▸ **Task to carry out**
Transcribe exactly the first line of the listing below and each line that follows it, ending with the line that contains "every 10 minutes", and omit the remainder.

▸ **Provided information**
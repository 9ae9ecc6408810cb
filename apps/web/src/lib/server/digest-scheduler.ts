import { getDb } from "@coldtrail/db";
import { sendDailyDigests } from "./finding-mail";
import { env } from "../env";

/**
 * Sends the daily digest once a day, at the first check after 07:00 UTC (checked every 10 minutes
 * while the server runs). A digest already sent today is never sent twice (see `collectDigests`).
 */
const CHECK_MS = 10 * 60_000;
const SEND_FROM_HOUR_UTC = 7;

const globalForDigest = globalThis as unknown as { __coldtrailDigest?: { timer: ReturnType<typeof setInterval>; lastDay: string | null } };

export function startDigestScheduler(): void {
  if (globalForDigest.__coldtrailDigest || env.COLDTRAIL_DIGEST === "off") return;
  const state = { timer: setInterval(tick, CHECK_MS), lastDay: null as string | null };
  state.timer.unref?.();
  globalForDigest.__coldtrailDigest = state;

  function tick() {
    const now = new Date();
    const day = now.toISOString().slice(0, 10);
    if (now.getUTCHours() < SEND_FROM_HOUR_UTC || state.lastDay === day) return;
    state.lastDay = day;
    sendDailyDigests(getDb(), { now })
      .then(({ sent }) => sent > 0 && console.log(`[digest] sent ${sent} daily digest(s)`))
      .catch((err: unknown) => console.error("[digest] failed", err));
  }
}
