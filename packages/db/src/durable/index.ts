export { DatabaseBusyError, isBusyError, useImmediateTransactions, writeTransaction, type ImmediateOptions } from "./busy";
export {
  findIdempotentAnswer,
  saveIdempotentAnswer,
  lockIdempotencyKey,
  expireIdempotencyKeys,
  isUniqueViolation,
  IDEMPOTENCY_KEY_DAYS,
  type StoredAnswer,
} from "./idempotency";
export {
  enqueueTask,
  claimNextTask,
  renewTaskLease,
  completeTask,
  failTaskAttempt,
  retryFailedTask,
  getTask,
  listTasks,
  taskCounts,
  pruneFinishedTasks,
  backoffMs,
  type BackgroundTask,
  type TaskState,
} from "./tasks";
export { TaskRunner, PermanentTaskError, type TaskContext, type TaskHandler, type RunnerOptions } from "./runner";
export {
  queueMail,
  deliverOutboxMail,
  markOutboxMailFailed,
  listUndeliveredMail,
  pruneSentMail,
  requeueOutboxMail,
  MAIL_MAX_ATTEMPTS,
  type OutboxMail,
} from "./outbox";
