import { fileURLToPath } from "node:url";
import { ESLint } from "eslint";
import { beforeAll, describe, expect, it } from "vitest";

// The import boundaries of eslint.config.mjs, run through ESLint's Node API on in-memory modules placed
// in each part of the workspace. Only the boundary rule runs, without type information, so this stays fast.
const root = fileURLToPath(new URL("../..", import.meta.url));
const RULE = "coldtrail/import-boundary";

let eslint: ESLint;
beforeAll(() => {
  eslint = new ESLint({
    cwd: root,
    cache: false,
    overrideConfig: { languageOptions: { parserOptions: { projectService: false, project: null } } },
    ruleFilter: ({ ruleId }) => ruleId === RULE,
  });
});

async function boundaryErrors(filePath: string, code: string): Promise<string[]> {
  const [result] = await eslint.lintText(code, { filePath: `${root}/${filePath}` });
  expect(result, `${filePath} is linted`).toBeDefined();
  const fatal = result!.messages.filter((m) => m.fatal);
  expect(fatal, "the probe parses").toEqual([]);
  return result!.messages.filter((m) => m.ruleId === RULE).map((m) => m.message);
}

const CORE = "packages/core/src/lint-probe.ts";
const DB = "packages/db/src/lint-probe.ts";
const CLIENT = "apps/web/src/app/(app)/lint-probe/probe-form.tsx";

describe("packages/core imports no database, web, framework or Node I/O code", () => {
  it.each([
    `import { getDb } from "@coldtrail/db";`,
    `import { db } from "@/lib/db";`,
    `import { env } from "../../../apps/web/src/lib/env";`,
    `import { listJobs } from "../../db/src/jobs";`,
    `import { NextResponse } from "next/server";`,
    `import { useState } from "react";`,
    `import knex from "knex";`,
    `import Database from "better-sqlite3";`,
    `import { readFileSync } from "node:fs";`,
    `import { readFile } from "fs/promises";`,
    `import { createServer } from "http";`,
    `import net from "net";`,
    `export { spawn } from "node:child_process";`,
    `export async function load() { return import("node:fs"); }`,
  ])("refuses %s", async (code) => {
    const errors = await boundaryErrors(CORE, code);
    expect(errors).toHaveLength(1);
    expect(errors[0]).toContain("packages/core holds pure rules");
  });

  it("accepts its own modules and zod", async () => {
    expect(
      await boundaryErrors(
        CORE,
        `import { z } from "zod";\nimport { toGrams } from "./units";\nexport const s = z.string(); export { toGrams };`,
      ),
    ).toEqual([]);
  });
});

describe("packages/db imports nothing from the web app or its framework", () => {
  it.each([
    `import { db } from "@/lib/db";`,
    `import { env } from "../../../apps/web/src/lib/env";`,
    `import { NextResponse } from "next/server";`,
    `import { getServerSession } from "next-auth";`,
    `import { useState } from "react";`,
    `import "server-only";`,
  ])("refuses %s", async (code) => {
    const errors = await boundaryErrors(DB, code);
    expect(errors).toHaveLength(1);
    expect(errors[0]).toContain("packages/db");
  });

  it("accepts knex, Node modules and the rules core", async () => {
    expect(
      await boundaryErrors(
        DB,
        `import knex from "knex";\nimport { readFileSync } from "node:fs";\nimport { toGrams } from "@coldtrail/core";\nexport { knex, readFileSync, toGrams };`,
      ),
    ).toEqual([]);
  });
});

describe('client components ("use client") import no server modules', () => {
  const client = (line: string) => `"use client";\n${line}\nexport function Probe() { return null; }\n`;

  it.each([
    `import { getDb } from "@coldtrail/db";`,
    `import "server-only";`,
    `import { sendMail } from "@/lib/server/mail";`,
    `import { sendMail } from "../../../lib/server/mail";`,
    `import { db } from "@/lib/db";`,
    `import { env } from "@/lib/env";`,
    `import { readFileSync } from "node:fs";`,
    `import path from "path";`,
    `import knex from "knex";`,
  ])("refuses %s", async (line) => {
    const errors = await boundaryErrors(CLIENT, client(line));
    expect(errors).toHaveLength(1);
    expect(errors[0]).toContain('"use client" module');
  });

  it("accepts type-only imports of database rows, React and client helpers", async () => {
    const code = client(
      `import type { CylinderRow } from "@coldtrail/db";\nimport { type JobRow } from "@coldtrail/db";\nimport { useState } from "react";\nimport { fetchJson } from "@/lib/client/fetch-json";\nexport type Rows = [CylinderRow, JobRow]; export { useState, fetchJson };`,
    );
    expect(await boundaryErrors(CLIENT, code)).toEqual([]);
  });

  it("leaves server components free to read the database", async () => {
    expect(await boundaryErrors(CLIENT, `import { getDb } from "@coldtrail/db";\nimport "server-only";\nexport const db = getDb;`)).toEqual(
      [],
    );
  });
});
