import { describe, expect, it } from "vitest";
import fc from "fast-check";
import {
  DAYS_TO_FIX_BY_SEVERITY,
  dueStatus,
  FINDING_STATES,
  FINDING_STATE_LABELS,
  FINDING_TRANSITIONS,
  findingDueOn,
  nextFindingState,
  transitionRefusal,
  type FindingAction,
  type FindingState,
} from "@coldtrail/core";

describe("finding lifecycle", () => {
  it("goes open → fix proposed → closed, and back to open when reopened", () => {
    let state: FindingState = "open";
    state = nextFindingState("propose_fix", state);
    expect(state).toBe("fix_proposed");
    state = nextFindingState("accept", state);
    expect(state).toBe("closed");
    state = nextFindingState("reopen", state);
    expect(state).toBe("open");
  });

  it("waives open findings and proposed fixes only", () => {
    expect(nextFindingState("waive", "open")).toBe("waived");
    expect(nextFindingState("waive", "fix_proposed")).toBe("waived");
    expect(transitionRefusal("waive", "closed")).toMatch(/only open findings or proposed fixes can be waived/);
    expect(transitionRefusal("waive", "no_longer_found")).not.toBeNull();
  });

  it("refuses to accept a finding nobody proposed as fixed, in plain words", () => {
    expect(transitionRefusal("accept", "open")).toBe("Only a finding with a proposed fix can be accepted; this one is open");
    expect(() => nextFindingState("accept", "open")).toThrow(/proposed fix/);
  });

  it("never reopens a finding the records no longer show (only a new audit can)", () => {
    expect(transitionRefusal("reopen", "no_longer_found")).not.toBeNull();
  });

  it("assigning keeps the state", () => {
    expect(nextFindingState("assign", "open")).toBe("open");
    expect(nextFindingState("assign", "fix_proposed")).toBe("fix_proposed");
    expect(transitionRefusal("assign", "closed")).not.toBeNull();
  });

  it("has a word for every state", () => {
    for (const s of FINDING_STATES) expect(FINDING_STATE_LABELS[s].length).toBeGreaterThan(2);
  });

  it("every allowed transition leads to a known state, every refused one says why (property)", () => {
    const actions = Object.keys(FINDING_TRANSITIONS) as FindingAction[];
    fc.assert(
      fc.property(fc.constantFrom(...actions), fc.constantFrom(...FINDING_STATES), (action, state) => {
        const refusal = transitionRefusal(action, state);
        if (refusal === null) expect(FINDING_STATES).toContain(nextFindingState(action, state));
        else expect(() => nextFindingState(action, state)).toThrow(refusal);
      }),
    );
  });
});

describe("due dates", () => {
  it("uses the rule's own deadline where it sets one", () => {
    expect(findingDueOn({ severity: "critical", dueOn: "2026-10-12" }, "2026-12-01")).toBe("2026-10-12");
  });

  it("otherwise counts days by severity from the day the finding is raised", () => {
    expect(DAYS_TO_FIX_BY_SEVERITY).toEqual({ critical: 7, major: 30, minor: 60 });
    expect(findingDueOn({ severity: "critical" }, "2026-12-01")).toBe("2026-12-08");
    expect(findingDueOn({ severity: "major", dueOn: null }, "2026-12-01")).toBe("2026-12-31");
    expect(findingDueOn({ severity: "minor" }, "2026-12-31")).toBe("2027-03-01");
  });

  it("buckets due dates: overdue before today, due soon within 7 days", () => {
    expect(dueStatus("2026-11-30", "2026-12-01")).toBe("overdue");
    expect(dueStatus("2026-12-01", "2026-12-01")).toBe("due_soon");
    expect(dueStatus("2026-12-08", "2026-12-01")).toBe("due_soon");
    expect(dueStatus("2026-12-09", "2026-12-01")).toBe("later");
    expect(dueStatus(null, "2026-12-01")).toBe("none");
  });
});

▸ **Completed exercise**
repository 9ae9ecc6408810cb
filename apps/web/src/lib/server/digest-scheduler.ts
import { getDb } from "@coldtrail/db";
import { sendDailyDigests } from "./finding-mail";
import { env } from "../env";

/**
 * Sends the daily digest once a day, at the first check after 07:00 UTC (checked every 10 minutes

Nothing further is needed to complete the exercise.